[Dataset entries]
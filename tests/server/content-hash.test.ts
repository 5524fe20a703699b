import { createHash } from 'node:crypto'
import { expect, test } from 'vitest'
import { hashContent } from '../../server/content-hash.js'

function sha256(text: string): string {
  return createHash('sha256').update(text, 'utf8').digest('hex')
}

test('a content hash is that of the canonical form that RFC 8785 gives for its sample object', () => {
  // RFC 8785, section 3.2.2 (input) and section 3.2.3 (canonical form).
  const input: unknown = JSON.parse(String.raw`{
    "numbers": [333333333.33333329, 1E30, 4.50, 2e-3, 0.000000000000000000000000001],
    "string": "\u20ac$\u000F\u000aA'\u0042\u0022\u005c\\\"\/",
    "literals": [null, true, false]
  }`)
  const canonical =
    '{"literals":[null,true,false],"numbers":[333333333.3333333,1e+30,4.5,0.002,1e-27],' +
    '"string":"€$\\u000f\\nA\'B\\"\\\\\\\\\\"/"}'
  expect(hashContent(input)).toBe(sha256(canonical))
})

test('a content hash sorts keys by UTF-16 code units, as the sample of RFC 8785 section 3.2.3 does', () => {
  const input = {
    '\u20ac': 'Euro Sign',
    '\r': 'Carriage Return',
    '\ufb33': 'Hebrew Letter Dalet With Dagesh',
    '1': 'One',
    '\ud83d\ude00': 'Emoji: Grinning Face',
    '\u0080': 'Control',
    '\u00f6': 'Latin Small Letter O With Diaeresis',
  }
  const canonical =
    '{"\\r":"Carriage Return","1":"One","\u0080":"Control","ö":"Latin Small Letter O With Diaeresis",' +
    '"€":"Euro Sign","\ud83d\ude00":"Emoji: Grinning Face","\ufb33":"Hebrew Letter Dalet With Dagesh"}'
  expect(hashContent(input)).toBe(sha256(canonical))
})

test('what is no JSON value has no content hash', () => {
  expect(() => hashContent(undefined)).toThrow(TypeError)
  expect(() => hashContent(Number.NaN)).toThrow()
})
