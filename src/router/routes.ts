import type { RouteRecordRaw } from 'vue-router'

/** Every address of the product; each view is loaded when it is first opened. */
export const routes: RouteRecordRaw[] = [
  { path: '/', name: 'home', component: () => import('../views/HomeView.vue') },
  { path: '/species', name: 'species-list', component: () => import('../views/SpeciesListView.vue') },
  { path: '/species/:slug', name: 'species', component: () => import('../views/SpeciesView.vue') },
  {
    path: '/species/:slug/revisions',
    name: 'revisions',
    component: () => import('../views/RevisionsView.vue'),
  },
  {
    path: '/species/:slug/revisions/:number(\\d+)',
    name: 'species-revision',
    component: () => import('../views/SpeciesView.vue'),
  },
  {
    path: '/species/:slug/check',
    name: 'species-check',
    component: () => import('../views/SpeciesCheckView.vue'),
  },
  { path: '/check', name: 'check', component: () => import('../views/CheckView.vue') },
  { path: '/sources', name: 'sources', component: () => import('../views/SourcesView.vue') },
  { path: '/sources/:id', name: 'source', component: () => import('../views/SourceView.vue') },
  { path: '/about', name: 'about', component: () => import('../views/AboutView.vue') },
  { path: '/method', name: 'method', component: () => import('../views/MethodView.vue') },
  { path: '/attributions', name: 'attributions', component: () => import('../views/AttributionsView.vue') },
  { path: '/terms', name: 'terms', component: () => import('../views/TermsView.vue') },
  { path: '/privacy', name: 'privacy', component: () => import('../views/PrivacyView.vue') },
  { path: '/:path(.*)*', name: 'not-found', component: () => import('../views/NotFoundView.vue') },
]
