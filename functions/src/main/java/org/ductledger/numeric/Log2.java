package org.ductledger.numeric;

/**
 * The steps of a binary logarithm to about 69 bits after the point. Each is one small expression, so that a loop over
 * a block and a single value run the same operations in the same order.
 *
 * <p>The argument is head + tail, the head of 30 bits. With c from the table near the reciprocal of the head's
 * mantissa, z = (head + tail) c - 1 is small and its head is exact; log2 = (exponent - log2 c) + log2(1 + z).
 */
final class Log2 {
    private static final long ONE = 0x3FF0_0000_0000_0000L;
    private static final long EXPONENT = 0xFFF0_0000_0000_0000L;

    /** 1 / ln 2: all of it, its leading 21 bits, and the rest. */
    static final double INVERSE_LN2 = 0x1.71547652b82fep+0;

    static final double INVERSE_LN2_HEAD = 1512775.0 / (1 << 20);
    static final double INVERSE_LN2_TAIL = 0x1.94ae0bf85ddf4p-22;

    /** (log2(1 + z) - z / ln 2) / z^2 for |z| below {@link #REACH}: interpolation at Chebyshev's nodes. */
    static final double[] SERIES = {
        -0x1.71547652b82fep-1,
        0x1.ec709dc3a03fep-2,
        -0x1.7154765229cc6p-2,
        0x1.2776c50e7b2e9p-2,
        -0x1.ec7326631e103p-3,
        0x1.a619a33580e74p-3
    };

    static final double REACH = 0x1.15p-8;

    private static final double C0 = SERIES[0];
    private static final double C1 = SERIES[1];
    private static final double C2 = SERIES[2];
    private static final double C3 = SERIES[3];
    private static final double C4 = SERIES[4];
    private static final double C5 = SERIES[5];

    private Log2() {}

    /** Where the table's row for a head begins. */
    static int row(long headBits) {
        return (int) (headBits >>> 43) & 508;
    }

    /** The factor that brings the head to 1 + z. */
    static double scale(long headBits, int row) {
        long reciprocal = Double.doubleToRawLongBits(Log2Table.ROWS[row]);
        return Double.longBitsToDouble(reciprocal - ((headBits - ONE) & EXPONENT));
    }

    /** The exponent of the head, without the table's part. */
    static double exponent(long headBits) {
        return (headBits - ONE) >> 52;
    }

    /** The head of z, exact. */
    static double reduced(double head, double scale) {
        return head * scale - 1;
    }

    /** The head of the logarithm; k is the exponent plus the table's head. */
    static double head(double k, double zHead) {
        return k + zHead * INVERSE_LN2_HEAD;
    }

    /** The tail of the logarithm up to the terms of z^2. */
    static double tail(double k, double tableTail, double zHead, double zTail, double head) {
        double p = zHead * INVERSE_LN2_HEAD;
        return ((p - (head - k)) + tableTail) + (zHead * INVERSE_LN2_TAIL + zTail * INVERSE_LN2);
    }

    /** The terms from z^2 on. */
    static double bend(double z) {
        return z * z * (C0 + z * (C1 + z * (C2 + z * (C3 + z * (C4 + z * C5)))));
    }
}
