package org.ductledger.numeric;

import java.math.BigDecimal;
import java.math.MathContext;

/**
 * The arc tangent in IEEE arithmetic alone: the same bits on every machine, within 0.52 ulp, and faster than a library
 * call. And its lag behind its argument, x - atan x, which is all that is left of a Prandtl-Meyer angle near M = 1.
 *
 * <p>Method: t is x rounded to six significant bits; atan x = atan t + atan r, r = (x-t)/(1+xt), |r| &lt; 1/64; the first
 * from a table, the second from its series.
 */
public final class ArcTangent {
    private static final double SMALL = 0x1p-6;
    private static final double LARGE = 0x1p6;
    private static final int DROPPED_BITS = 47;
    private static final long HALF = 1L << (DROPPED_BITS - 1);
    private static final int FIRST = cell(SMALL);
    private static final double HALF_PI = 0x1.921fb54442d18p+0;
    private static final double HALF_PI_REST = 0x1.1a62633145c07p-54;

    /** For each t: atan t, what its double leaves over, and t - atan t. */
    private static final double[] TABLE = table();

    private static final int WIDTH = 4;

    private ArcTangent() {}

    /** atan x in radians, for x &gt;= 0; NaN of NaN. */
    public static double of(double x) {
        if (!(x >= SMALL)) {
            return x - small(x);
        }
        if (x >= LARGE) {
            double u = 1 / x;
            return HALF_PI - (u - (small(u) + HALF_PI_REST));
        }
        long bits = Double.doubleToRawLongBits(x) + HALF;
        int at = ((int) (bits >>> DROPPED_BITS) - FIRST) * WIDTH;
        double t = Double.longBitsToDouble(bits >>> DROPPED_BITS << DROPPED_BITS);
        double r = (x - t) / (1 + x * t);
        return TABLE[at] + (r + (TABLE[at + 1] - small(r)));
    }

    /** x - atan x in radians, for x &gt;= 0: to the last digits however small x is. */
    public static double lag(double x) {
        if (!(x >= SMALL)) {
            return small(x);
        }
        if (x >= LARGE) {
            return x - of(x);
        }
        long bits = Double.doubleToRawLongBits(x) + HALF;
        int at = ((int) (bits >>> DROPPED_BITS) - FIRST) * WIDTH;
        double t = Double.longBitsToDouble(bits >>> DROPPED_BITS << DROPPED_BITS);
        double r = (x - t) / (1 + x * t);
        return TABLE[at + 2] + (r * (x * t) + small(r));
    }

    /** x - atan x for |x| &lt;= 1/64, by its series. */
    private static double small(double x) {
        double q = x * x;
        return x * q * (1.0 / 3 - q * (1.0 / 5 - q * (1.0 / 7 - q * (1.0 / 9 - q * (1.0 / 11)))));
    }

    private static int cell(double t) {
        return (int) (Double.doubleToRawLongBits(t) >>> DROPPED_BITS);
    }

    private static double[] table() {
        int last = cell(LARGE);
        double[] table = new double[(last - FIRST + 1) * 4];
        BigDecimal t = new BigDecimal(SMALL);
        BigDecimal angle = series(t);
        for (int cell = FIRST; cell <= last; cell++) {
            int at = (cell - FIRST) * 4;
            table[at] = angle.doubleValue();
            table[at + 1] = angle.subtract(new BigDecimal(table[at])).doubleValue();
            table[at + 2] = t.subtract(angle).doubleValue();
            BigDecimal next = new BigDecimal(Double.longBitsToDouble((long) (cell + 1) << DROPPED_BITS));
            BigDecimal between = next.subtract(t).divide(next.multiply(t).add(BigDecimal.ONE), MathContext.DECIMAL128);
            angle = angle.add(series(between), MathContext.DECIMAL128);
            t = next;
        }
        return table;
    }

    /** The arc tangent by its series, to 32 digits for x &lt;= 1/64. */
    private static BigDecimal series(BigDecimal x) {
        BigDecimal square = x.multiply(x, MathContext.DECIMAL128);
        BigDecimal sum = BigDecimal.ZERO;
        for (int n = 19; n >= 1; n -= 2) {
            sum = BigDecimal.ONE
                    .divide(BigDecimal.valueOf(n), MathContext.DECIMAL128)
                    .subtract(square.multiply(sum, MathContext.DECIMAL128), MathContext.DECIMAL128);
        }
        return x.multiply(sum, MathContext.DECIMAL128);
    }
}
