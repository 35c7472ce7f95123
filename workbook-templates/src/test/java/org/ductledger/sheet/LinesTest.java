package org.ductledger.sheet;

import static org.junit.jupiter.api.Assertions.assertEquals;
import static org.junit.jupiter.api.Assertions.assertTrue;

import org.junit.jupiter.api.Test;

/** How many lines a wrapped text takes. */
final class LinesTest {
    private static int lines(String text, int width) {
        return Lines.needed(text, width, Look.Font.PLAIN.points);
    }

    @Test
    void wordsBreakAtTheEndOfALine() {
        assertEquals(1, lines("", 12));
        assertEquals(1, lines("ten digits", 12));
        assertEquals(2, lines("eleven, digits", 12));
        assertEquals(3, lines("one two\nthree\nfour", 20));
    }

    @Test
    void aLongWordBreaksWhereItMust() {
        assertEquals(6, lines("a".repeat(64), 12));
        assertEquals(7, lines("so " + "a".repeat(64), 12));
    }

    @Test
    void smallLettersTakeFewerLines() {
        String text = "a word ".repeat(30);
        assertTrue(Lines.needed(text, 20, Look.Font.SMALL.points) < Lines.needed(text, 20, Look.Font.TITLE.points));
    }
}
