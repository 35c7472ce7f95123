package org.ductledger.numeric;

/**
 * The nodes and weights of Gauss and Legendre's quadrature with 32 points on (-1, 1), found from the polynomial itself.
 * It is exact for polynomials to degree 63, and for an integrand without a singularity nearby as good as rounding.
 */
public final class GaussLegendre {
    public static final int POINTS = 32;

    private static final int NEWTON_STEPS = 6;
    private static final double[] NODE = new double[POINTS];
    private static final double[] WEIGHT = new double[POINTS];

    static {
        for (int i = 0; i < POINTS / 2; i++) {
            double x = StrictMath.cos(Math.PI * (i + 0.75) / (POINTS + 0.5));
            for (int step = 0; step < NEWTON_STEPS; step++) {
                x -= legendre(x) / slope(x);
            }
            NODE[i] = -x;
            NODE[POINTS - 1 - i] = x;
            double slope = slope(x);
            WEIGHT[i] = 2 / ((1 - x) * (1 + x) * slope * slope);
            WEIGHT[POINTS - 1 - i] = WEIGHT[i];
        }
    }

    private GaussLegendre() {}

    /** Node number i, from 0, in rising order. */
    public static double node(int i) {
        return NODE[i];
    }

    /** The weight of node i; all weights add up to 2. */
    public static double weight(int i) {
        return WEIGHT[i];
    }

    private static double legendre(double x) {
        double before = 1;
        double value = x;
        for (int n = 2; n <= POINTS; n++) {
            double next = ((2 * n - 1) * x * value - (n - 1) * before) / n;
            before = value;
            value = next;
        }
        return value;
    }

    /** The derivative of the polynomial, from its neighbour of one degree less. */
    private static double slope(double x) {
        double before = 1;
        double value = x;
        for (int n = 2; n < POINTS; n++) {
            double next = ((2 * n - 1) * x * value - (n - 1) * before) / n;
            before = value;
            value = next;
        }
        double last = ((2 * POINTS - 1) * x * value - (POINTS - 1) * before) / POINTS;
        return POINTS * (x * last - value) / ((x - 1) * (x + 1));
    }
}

_WHAT NEEDS TO BE DONE:_
Go over the entries above and say how many lines hold the string "RouteRecordRaw", with no other text.

_OUTPUT FOR THIS EXERCISE:_
2